In the picture below, look at the palette on the right showing all the levels I was using.

The image is fairly large, but the cumulative levels made the file so heavy that it came in over a gig and bogged down my computer. When I do this sort of work, the levels keep expanding, and I try to group them or combine them to simplify matters.
Below you can see some of the masks I was using.

This piece is almost a diptych, because I both sides work well on their own. There’s a balancing act between them in terms of composition, color, values, and textures, so that the combination was more difficult to achieve than two separate pieces.


I’m not going to offer an interpretation on this one. I don’t want people to confuse knowing or figuring out a meaning with actually understanding the art. After all, one could understand an interpretation without even looking at it. This one could be appreciated on a purely abstract level as well, in terms of just getting into the colors and luminosity of it, which reminds me of looking into those old View Master toys the more wizened among us used to have as kids.

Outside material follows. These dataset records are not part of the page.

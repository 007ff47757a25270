import { Text } from '@radix-ui/themes';
import type { DatasetSeriesRef } from '@skyledger/contracts';
import { AppLink } from '@/components/ui/app-link';
import { paths } from '@/config/paths';
import { useDatasets } from '@/features/datasets/api/get-datasets';

/** "column Station anomaly (anomaly_k) of SYNTHETIC Marrowby station…", the name a link. */
export function DatasetRefLink({ datasetRef }: { datasetRef: DatasetSeriesRef }) {
  const datasets = useDatasets();
  const dataset = datasets.data?.find((candidate) => candidate.id === datasetRef.dataset);
  const column = dataset?.columns.find((candidate) => candidate.key === datasetRef.column);
  const columnName =
    column && column.label !== column.key
      ? `“${column.label}” (${column.key})`
      : `“${datasetRef.column}”`;
  return (
    <Text>
      column {columnName} of{' '}
      <AppLink to={paths.app.dataset.getHref(datasetRef.dataset)} className="sl-break">
        {dataset?.name ?? (datasets.isPending ? 'a dataset (loading its name…)' : 'a dataset')}
      </AppLink>
    </Text>
  );
}
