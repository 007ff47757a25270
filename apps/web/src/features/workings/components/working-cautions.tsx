import { ExclamationTriangleIcon } from '@radix-ui/react-icons';
import { Callout, Flex } from '@radix-ui/themes';

/** The limits of the model, kept in view beside its result. */
export function WorkingCautions({ cautions }: { cautions: readonly string[] }) {
  if (cautions.length === 0) return null;
  return (
    <Callout.Root color="amber" size="1" highContrast>
      <Callout.Icon>
        <ExclamationTriangleIcon aria-hidden />
      </Callout.Icon>
      <Flex direction="column" gap="1">
        <Callout.Text weight="bold">Limits of this model</Callout.Text>
        <ul className="sl-list">
          {cautions.map((caution) => (
            <li key={caution}>
              <Callout.Text size="2">{caution}</Callout.Text>
            </li>
          ))}
        </ul>
      </Flex>
    </Callout.Root>
  );
}
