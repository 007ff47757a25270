import { Code, Flex, Text } from '@radix-ui/themes';
import type { WorkingStep } from '@skyledger/contracts';

/** The derivation as the library wrote it: what each step does, its formula, its result. */
export function WorkingSteps({ steps }: { steps: readonly WorkingStep[] }) {
  return (
    <ol className="sl-list">
      {steps.map((step, index) => (
        <li key={index}>
          <Flex direction="column" gap="1">
            <Text weight="medium">{step.text}</Text>
            <Text size="2" className="sl-break">
              <Code variant="ghost">{step.formula}</Code> → <Text weight="bold">{step.result}</Text>
            </Text>
          </Flex>
        </li>
      ))}
    </ol>
  );
}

The following is a gif animation showing several stages of this image. The original pictures I took are really nothing special, but I took them because I saw some potential in them for something I might do later, which has now happened.

Below is the full image again (though not full-sized. It’s much larger). Try looking at it for a few minutes (while listening to music) if you have the time? I finally figured out how to display larger images than can show up within the blog column, which was to “link to image” in the properties of the image, so if you click on the pic, it will show up by itself at a much better size for viewing!
Various prints, and greeting cards.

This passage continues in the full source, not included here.